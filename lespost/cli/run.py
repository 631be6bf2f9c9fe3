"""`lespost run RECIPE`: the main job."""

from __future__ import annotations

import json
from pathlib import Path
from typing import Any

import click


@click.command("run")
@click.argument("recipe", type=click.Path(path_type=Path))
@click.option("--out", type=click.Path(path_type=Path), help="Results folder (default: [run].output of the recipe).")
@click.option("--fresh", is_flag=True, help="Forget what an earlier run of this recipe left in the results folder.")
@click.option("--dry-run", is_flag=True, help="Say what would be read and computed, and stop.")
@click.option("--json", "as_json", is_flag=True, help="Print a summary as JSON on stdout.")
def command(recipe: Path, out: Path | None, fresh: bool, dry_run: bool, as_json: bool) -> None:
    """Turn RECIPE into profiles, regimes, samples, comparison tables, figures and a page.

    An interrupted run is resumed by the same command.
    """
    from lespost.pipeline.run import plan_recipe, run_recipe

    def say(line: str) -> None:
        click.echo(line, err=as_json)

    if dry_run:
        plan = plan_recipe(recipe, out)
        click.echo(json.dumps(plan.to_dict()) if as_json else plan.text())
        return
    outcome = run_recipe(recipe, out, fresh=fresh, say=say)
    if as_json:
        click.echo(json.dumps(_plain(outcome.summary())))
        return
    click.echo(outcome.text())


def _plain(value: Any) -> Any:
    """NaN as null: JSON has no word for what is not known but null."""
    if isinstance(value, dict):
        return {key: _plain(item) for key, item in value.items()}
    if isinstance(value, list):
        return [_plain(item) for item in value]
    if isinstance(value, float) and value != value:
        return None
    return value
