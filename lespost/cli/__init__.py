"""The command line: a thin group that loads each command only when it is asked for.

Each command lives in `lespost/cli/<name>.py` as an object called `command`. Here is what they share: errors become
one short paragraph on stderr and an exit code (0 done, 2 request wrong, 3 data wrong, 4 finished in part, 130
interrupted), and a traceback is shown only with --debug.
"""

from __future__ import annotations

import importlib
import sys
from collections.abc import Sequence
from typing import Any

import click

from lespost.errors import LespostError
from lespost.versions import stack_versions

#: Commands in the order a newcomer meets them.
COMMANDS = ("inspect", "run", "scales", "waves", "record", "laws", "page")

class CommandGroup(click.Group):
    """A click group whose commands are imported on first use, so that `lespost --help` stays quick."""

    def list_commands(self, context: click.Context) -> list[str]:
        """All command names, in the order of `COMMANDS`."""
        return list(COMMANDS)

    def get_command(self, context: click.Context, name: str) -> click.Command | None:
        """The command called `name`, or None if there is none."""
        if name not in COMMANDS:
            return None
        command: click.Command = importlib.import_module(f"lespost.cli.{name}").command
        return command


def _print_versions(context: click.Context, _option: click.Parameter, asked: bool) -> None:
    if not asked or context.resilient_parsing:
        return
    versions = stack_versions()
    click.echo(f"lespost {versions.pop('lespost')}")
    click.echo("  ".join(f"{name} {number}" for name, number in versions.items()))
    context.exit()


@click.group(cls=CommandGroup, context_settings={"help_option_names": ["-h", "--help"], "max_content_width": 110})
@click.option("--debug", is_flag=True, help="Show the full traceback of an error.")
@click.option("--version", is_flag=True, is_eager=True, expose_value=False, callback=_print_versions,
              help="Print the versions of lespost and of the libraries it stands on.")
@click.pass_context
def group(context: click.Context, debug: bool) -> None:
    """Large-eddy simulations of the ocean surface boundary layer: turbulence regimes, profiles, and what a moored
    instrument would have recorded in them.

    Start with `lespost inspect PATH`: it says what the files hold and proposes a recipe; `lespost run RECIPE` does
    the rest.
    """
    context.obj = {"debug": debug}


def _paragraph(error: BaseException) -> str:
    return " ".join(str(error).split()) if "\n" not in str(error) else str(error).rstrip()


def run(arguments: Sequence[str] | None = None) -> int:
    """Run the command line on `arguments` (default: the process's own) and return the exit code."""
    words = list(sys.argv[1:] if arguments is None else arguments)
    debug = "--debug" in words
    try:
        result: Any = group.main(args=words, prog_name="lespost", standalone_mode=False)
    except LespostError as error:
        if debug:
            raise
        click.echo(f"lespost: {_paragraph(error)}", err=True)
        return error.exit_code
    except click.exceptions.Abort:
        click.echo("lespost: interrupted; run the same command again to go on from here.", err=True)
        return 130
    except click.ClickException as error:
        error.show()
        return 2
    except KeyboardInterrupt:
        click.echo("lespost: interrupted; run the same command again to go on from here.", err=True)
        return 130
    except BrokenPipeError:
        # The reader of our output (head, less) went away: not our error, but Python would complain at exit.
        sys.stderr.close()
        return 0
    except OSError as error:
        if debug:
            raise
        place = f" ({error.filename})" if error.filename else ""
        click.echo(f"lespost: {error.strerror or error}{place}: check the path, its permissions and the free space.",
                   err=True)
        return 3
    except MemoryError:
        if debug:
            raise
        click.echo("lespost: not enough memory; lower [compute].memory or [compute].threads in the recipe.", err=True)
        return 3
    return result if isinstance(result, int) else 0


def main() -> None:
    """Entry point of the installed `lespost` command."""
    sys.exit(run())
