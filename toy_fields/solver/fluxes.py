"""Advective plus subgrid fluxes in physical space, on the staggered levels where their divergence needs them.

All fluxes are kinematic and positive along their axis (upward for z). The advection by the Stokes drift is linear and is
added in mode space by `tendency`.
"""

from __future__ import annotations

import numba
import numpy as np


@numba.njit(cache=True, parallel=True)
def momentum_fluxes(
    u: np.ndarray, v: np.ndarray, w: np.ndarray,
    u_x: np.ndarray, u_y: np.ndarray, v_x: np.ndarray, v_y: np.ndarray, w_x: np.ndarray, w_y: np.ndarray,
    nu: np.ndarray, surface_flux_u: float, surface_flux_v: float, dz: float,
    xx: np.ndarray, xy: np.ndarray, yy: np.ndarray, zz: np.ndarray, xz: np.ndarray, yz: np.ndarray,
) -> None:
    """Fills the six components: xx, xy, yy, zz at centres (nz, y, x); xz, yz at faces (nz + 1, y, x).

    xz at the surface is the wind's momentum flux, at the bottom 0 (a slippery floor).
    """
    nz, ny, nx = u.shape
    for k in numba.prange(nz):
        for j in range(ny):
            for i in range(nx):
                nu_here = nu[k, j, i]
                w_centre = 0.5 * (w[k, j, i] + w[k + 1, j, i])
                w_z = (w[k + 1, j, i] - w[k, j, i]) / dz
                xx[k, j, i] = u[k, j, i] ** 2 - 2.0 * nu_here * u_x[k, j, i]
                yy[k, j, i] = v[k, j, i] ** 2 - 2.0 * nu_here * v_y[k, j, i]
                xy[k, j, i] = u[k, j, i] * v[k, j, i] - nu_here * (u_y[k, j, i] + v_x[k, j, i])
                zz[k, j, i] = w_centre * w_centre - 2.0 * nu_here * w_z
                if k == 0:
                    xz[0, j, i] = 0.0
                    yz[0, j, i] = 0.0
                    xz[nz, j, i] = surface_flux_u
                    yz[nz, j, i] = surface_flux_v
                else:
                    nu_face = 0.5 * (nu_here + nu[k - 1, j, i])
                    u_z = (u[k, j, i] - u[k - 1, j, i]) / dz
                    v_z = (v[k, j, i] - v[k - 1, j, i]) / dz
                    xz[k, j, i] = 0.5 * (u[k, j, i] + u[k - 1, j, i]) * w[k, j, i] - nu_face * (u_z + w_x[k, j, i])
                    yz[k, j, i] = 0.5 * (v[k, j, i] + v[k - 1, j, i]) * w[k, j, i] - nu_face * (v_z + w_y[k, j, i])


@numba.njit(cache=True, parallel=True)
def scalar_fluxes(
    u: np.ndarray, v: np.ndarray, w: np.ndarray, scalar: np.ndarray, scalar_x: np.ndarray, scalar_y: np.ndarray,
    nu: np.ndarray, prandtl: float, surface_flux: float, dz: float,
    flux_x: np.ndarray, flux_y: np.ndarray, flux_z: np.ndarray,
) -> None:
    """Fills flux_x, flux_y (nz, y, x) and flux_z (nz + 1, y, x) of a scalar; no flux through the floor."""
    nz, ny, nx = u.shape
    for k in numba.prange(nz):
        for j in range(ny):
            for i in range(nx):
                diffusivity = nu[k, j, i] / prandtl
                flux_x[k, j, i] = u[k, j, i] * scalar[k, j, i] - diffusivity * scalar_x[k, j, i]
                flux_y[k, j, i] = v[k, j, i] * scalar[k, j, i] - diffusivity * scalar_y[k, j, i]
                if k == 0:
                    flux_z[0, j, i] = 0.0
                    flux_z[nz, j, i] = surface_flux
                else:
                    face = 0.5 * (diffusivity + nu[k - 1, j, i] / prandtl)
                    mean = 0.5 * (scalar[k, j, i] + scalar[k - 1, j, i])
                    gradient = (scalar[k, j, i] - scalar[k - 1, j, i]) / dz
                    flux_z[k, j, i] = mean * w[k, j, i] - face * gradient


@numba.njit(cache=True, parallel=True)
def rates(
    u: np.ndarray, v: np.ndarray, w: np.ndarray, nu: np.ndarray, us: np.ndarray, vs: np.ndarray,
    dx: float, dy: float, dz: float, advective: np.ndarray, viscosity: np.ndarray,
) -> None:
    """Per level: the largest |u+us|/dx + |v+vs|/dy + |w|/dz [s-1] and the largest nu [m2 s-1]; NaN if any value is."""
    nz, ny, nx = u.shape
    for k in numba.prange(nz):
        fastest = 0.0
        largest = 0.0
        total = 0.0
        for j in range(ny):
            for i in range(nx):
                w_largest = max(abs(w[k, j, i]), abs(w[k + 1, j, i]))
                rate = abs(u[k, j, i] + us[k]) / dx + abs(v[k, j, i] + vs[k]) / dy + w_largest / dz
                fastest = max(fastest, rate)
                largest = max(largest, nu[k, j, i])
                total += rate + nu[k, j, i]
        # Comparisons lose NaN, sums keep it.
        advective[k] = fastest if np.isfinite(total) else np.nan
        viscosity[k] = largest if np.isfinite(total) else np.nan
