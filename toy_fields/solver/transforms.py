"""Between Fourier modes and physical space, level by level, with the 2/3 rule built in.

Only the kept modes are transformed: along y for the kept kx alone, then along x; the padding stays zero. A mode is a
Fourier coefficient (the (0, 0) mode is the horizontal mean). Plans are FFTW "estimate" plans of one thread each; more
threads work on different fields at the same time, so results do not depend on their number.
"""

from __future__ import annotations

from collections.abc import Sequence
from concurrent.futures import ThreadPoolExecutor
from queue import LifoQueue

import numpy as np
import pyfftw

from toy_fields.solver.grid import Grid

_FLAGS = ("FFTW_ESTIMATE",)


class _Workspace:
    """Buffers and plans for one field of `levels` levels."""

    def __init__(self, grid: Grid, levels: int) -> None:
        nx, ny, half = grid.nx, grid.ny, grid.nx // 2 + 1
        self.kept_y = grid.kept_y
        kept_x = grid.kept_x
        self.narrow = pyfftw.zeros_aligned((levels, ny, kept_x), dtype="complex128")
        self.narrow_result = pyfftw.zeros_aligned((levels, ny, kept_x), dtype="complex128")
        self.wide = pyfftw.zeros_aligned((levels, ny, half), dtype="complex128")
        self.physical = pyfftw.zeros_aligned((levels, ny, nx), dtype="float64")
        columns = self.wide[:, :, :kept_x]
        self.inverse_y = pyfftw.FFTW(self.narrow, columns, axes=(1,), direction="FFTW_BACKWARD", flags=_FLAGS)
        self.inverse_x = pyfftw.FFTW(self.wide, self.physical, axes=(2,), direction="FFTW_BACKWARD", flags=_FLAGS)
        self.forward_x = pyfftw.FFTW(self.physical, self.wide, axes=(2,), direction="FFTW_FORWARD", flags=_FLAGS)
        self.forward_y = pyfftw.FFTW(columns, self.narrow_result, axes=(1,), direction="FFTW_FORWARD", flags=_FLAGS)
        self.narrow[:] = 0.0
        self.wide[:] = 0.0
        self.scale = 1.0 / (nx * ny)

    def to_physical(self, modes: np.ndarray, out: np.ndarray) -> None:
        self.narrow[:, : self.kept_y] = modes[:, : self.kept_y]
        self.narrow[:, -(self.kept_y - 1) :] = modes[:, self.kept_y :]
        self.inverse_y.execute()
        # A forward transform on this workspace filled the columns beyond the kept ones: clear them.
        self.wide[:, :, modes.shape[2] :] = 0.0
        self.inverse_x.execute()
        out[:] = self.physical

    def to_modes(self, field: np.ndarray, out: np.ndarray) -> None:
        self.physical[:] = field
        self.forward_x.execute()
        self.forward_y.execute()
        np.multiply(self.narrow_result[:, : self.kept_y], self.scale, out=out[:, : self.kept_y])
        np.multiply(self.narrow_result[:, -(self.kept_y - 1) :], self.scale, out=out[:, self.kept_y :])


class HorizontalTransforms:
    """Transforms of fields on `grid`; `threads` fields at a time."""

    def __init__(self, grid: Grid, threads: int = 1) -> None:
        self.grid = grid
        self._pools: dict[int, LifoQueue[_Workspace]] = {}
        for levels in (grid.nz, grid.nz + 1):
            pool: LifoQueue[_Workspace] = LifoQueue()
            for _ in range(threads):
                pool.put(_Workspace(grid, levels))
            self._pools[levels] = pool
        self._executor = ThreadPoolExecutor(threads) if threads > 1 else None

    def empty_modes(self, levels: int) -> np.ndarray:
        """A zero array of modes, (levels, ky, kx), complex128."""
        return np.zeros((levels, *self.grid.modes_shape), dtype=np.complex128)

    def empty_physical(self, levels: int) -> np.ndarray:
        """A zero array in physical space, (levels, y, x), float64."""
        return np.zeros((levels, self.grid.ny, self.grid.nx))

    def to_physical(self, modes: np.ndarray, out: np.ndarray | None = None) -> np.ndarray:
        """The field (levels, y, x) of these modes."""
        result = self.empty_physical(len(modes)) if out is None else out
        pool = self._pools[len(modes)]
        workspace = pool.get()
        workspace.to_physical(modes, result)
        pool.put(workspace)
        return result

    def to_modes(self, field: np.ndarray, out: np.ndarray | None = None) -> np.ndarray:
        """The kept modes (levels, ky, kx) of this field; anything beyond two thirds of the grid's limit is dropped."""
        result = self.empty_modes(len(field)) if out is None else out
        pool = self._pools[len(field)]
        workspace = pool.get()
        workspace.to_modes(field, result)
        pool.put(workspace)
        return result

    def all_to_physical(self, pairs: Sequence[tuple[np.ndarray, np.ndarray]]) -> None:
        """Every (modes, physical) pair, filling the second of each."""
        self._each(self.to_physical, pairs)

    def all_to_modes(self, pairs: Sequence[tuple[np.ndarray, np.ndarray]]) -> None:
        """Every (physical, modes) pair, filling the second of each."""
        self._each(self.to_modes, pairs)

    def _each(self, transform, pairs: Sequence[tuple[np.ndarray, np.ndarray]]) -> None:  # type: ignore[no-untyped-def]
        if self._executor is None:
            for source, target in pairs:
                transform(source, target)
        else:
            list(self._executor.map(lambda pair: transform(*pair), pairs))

====================

What you are asked to do -
Start with the line above that contains "out=out[:, : self.kept_y])" and end with the line that contains "self._pools[levels] = pool". Write out those lines exactly, and only those.

Exercise answer -
        np.multiply(self.narrow_result[:, : self.kept_y], self.scale, out=out[:, : self.kept_y])
        np.multiply(self.narrow_result[:, -(self.kept_y - 1) :], self.scale, out=out[:, self.kept_y :])


class HorizontalTransforms:
    """Transforms of fields on `grid`; `threads` fields at a time."""

    def __init__(self, grid: Grid, threads: int = 1) -> None:
        self.grid = grid
        self._pools: dict[int, LifoQueue[_Workspace]] = {}
        for levels in (grid.nz, grid.nz + 1):
            pool: LifoQueue[_Workspace] = LifoQueue()
            for _ in range(threads):
                pool.put(_Workspace(grid, levels))
            self._pools[levels] = pool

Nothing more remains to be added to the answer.